Взяла пачку, чуть согнула, выпустила по одной из-под ногтя, они упруго щелкали, номера шли один за другим, вздохнула и возвратила.

— Начали?

Как жаль, что у нее мало шансов. Она расстегнула верхнюю пуговицу своего батника, и он положил на черный полированный столик розовенькую — красиво-то как. Она расстегнула еще пуговичку, он еще положил... Всего пять пуговичек спереди, еще две на рукавах — не густо.

— А на джинсах у меня молния!

— Платим аккордно. — И он выложил три десятки.

— Неправильно! Молния заменяет десять пуговиц.

Он добавил еще семь. Сколько теперь? Мало, не набралось даже двухсот, а она осталась уже в трусиках без единой пуговицы, и на бюстгалтере всего два крючка.

— А теперь ставка удваивается.

Сзади на лифчике у нее два крючка — раз! — и он положил две десятки. — Раз! — и еще две десятки. Она уже все сняла — почти все, что делать?

Надо иметь голову на плечах.

— А теперь вы раздевайтесь! — Соски ее горели, спасу нет, она почесала ноготками, пусть он отвернется. — И за свою молнию тоже аккордно!

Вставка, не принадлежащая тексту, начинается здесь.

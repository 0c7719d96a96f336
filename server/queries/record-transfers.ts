import { SUCCESSION } from "../../shared/rule-sets/retention";
import type { RecordTransferView, SuccessionDutyView } from "../../shared/schemas/record-transfer";
import { rows } from "../lib/db";
import { type Actor, abilities, visible } from "../lib/policy";
import {
  assignmentPolicy,
  dayPolicy,
  drawPolicy,
  findingPolicy,
  fitTestPolicy,
  noticePolicy,
  planPolicy,
  recordTransferPolicy,
  runPolicy,
  shiftPolicy,
} from "../policies";

const LIST_LIMIT = 50;
const FILES_LIMIT = 20;

type TransferRow = Omit<
  RecordTransferView,
  "proposedAt" | "approvedAt" | "receipt" | "files" | "can"
> & {
  proposedById: string;
  proposedAt: Date;
  approvedAt: Date | null;
  sha256: string | null;
  signedBy: string | null;
  signedOn: string | null;
  recordedBy: string | null;
  recordedAt: Date | null;
  files: RecordTransferView["files"];
};

/** Records of sites that were or are to be handed over, the latest first, with the files that went out and the receipt. */
export async function listRecordTransfers(
  actor: Actor,
  id: string | null = null,
): Promise<RecordTransferView[]> {
  const found = await rows<TransferRow>(
    `SELECT t.id, t.site_id AS "siteId", s.name AS "siteName", t.successor, t.passes_on::text AS "passesOn", t.note, t.state, t.proposed_by AS "proposedById",
       p.name AS "proposedBy", t.proposed_at AS "proposedAt", a.name AS "approvedBy", t.approved_at AS "approvedAt", w.name AS "withdrawnBy", t.revision,
       encode(t.received_sha256, 'hex') AS sha256, t.signed_by AS "signedBy", t.signed_on::text AS "signedOn", r.name AS "recordedBy", t.received_at AS "recordedAt",
       (SELECT coalesce(jsonb_agg(to_jsonb(x) ORDER BY x."takenAt" DESC), '[]') FROM (
          SELECT u.name AS "takenBy", f.taken_at AS "takenAt", f.size_bytes AS "sizeBytes", f.years FROM record_transfer_files f JOIN users u ON u.id = f.taken_by
          WHERE f.transfer_id = t.id ORDER BY f.taken_at DESC LIMIT ${FILES_LIMIT}) x) AS files
     FROM record_transfers t JOIN sites s ON s.id = t.site_id JOIN users p ON p.id = t.proposed_by LEFT JOIN users a ON a.id = t.approved_by
     LEFT JOIN users w ON w.id = t.withdrawn_by LEFT JOIN users r ON r.id = t.received_by
     WHERE ${visible(recordTransferPolicy, actor, "t")} AND (CAST(:id AS uuid) IS NULL OR t.id = :id) ORDER BY t.proposed_at DESC, t.id LIMIT ${LIST_LIMIT}`,
    { id },
  );
  return found.map(
    ({
      proposedById,
      proposedAt,
      approvedAt,
      sha256,
      signedBy,
      signedOn,
      recordedBy,
      recordedAt,
      files,
      ...transfer
    }) => ({
      ...transfer,
      proposedAt: proposedAt.toISOString(),
      approvedAt: approvedAt?.toISOString() ?? null,
      files: files.map((file) => ({ ...file, takenAt: new Date(file.takenAt).toISOString() })),
      receipt:
        sha256 !== null &&
        signedBy !== null &&
        signedOn !== null &&
        recordedBy !== null &&
        recordedAt !== null
          ? { sha256, signedBy, signedOn, recordedBy, recordedAt: recordedAt.toISOString() }
          : null,
      can: abilities(recordTransferPolicy, actor, {
        siteId: transfer.siteId,
        state: transfer.state,
        proposedBy: proposedById,
      }),
    }),
  );
}

/** What rules at the actor's sites say of records whose employer ends or sells a site. */
export async function successionDuties(actor: Actor): Promise<SuccessionDutyView[]> {
  const keys = await rows<{ key: string }>(
    `SELECT DISTINCT k.key FROM site_settings x, unnest(x.governing_rule_set || x.comparison_rule_sets) k(key)
     WHERE ${visible(recordTransferPolicy, actor, "x")} ORDER BY 1`,
  );
  return keys.flatMap(({ key }) =>
    (SUCCESSION[key] ?? []).map((duty) => ({ ruleSetKey: key, ...duty })),
  );
}

/** Years of a site with something in a table of their file, the first first. */
export async function yearsWithRecords(actor: Actor, siteId: string): Promise<number[]> {
  const ofDate = (from: string, date: string, condition: string) =>
    `SELECT extract(year FROM ${date})::int AS year FROM ${from} WHERE ${condition}`;
  const ofSpan = (from: string, first: string, last: string, condition: string) =>
    `SELECT generate_series(extract(year FROM ${first})::int, extract(year FROM ${last})::int) AS year FROM ${from} WHERE ${condition}`;
  const parts = [
    ofDate("days d", "d.date", `d.site_id = :siteId AND ${visible(dayPolicy, actor, "d")}`),
    ofDate("shifts f", "f.date", `f.site_id = :siteId AND ${visible(shiftPolicy, actor, "f")}`),
    ofDate("runs r", "r.date", `r.site_id = :siteId AND ${visible(runPolicy, actor, "r")}`),
    ofDate(
      "fit_tests t",
      "t.tested_on",
      `t.site_id = :siteId AND ${visible(fitTestPolicy, actor, "t")}`,
    ),
    ofSpan(
      "assignments x JOIN workers w ON w.id = x.worker_id",
      "lower(x.valid)",
      "least(coalesce(upper(x.valid) - 1, current_date), current_date)",
      `w.site_id = :siteId AND ${visible(assignmentPolicy, actor, "x")}`,
    ),
    ofSpan(
      "findings n",
      "n.first_date",
      "n.last_date",
      `n.site_id = :siteId AND ${visible(findingPolicy, actor, "n")}`,
    ),
    ofDate(
      "notices n",
      "n.created_at AT TIME ZONE 'UTC'",
      `n.site_id = :siteId AND ${visible(noticePolicy, actor, "n")}`,
    ),
    ofDate(
      "plans p",
      "p.base_date",
      `p.site_id = :siteId AND p.kind = 'timetable' AND ${visible(planPolicy, actor, "p")}`,
    ),
    `SELECT d.year FROM record_draws d WHERE d.site_id = :siteId AND ${visible(drawPolicy, actor, "d")}`,
  ];
  const found = await rows<{ year: number }>(
    `SELECT DISTINCT y.year FROM (${parts.map((part) => `(${part})`).join(" UNION ALL ")}) y ORDER BY 1`,
    { siteId },
  );
  return found.map(({ year }) => year);
}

Он отдал ей всю пачку с маленькой просьбой — не выключать свет. Он втемную не играет, он платит только за то, что видит, за красоту.

— А что важнее, красота или деньги?

Разумеется, красота, а по мнению Сони, деньги, уж извините за откровенность, но спорить не будем.

Домой он, конечно, не поехал. Утром у нее все болело, а он вообще не мог встать. Она давала ему сначала таблетки от давления, а потом вызывала скорую, чтобы сделали укол. Кое-как Михаил Ефимович оклемался, выпил стопочку коньяка, ожил. Мало того, до прихода Ирины Григорьевны они сумели сыграть еще одну партию.